[Exercise material — start]

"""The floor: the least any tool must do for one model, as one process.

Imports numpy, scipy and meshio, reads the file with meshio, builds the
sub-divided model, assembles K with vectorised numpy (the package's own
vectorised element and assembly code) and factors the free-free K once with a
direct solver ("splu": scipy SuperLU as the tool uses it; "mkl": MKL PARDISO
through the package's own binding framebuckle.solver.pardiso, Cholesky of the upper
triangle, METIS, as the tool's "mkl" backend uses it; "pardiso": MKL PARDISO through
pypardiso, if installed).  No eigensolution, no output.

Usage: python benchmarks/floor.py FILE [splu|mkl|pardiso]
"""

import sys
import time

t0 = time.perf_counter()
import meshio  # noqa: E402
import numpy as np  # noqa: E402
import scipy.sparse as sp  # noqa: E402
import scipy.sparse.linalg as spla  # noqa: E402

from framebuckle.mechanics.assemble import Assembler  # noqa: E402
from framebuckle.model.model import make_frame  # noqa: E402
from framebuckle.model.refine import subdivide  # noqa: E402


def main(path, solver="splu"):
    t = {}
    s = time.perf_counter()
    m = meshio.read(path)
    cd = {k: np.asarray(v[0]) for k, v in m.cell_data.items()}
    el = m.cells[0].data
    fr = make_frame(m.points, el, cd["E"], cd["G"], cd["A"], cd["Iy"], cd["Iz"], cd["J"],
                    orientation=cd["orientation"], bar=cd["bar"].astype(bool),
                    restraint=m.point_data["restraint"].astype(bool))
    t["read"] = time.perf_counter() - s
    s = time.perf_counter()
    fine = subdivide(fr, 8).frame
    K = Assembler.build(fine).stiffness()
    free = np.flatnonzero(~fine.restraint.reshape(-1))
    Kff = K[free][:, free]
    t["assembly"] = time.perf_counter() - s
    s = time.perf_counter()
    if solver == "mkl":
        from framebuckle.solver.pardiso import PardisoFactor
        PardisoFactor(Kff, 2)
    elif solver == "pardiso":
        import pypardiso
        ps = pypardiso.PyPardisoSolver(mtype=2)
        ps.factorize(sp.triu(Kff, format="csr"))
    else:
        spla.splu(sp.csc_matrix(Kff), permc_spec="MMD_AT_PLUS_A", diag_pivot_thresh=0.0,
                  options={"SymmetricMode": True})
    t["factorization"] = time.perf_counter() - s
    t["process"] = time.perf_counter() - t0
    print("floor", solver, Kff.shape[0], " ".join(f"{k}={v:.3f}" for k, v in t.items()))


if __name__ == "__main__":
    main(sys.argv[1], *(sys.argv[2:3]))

[Exercise material — finish]
[Exercise material — start]

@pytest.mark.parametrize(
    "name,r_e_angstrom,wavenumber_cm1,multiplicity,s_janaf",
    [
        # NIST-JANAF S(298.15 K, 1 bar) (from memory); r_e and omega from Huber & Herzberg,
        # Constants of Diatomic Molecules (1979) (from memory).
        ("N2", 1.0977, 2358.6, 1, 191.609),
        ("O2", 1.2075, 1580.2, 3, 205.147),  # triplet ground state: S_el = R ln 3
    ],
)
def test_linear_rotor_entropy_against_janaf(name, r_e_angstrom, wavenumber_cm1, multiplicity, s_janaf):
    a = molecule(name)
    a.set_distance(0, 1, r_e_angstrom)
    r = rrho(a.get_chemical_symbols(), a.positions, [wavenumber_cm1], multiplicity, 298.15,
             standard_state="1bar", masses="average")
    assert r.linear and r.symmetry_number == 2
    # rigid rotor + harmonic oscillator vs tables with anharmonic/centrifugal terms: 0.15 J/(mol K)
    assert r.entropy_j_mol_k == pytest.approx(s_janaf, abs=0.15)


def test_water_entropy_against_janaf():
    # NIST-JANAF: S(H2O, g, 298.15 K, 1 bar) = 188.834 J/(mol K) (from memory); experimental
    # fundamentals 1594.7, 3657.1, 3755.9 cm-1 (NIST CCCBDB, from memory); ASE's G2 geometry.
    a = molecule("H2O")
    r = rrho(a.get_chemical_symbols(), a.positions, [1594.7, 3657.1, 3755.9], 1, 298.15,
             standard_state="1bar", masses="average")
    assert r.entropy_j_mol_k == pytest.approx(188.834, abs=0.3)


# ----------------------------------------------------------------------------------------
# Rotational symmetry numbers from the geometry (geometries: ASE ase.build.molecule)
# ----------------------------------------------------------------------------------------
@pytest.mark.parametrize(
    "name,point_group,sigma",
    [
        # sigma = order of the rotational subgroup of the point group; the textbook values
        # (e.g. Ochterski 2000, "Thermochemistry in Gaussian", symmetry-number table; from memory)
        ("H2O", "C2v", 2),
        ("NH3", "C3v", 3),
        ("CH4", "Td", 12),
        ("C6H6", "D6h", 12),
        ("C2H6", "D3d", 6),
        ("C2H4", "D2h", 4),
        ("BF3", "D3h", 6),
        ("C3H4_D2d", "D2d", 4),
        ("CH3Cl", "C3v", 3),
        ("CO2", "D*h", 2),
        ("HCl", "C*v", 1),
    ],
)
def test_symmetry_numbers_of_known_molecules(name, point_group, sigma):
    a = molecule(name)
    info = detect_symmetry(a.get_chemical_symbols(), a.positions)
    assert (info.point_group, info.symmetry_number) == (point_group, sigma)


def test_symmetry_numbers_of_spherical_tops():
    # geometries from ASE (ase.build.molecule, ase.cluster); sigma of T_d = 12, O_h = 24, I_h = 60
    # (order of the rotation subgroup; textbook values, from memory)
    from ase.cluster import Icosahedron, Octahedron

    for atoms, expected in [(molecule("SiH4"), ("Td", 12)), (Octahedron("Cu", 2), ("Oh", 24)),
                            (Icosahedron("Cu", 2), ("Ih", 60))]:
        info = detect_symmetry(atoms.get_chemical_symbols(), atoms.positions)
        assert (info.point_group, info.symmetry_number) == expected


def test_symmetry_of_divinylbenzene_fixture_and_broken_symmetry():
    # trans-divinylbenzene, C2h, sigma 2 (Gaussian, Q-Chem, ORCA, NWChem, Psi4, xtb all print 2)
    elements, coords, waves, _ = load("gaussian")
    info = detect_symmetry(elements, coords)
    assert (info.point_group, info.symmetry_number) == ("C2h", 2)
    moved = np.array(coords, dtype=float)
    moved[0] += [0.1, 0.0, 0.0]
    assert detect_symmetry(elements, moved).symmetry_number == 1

[Exercise material — finish]

Across the data, find each line that has "geometry" in it and copy that line.

▸ **Answer box**
    # fundamentals 1594.7, 3657.1, 3755.9 cm-1 (NIST CCCBDB, from memory); ASE's G2 geometry.
# Rotational symmetry numbers from the geometry (geometries: ASE ase.build.molecule)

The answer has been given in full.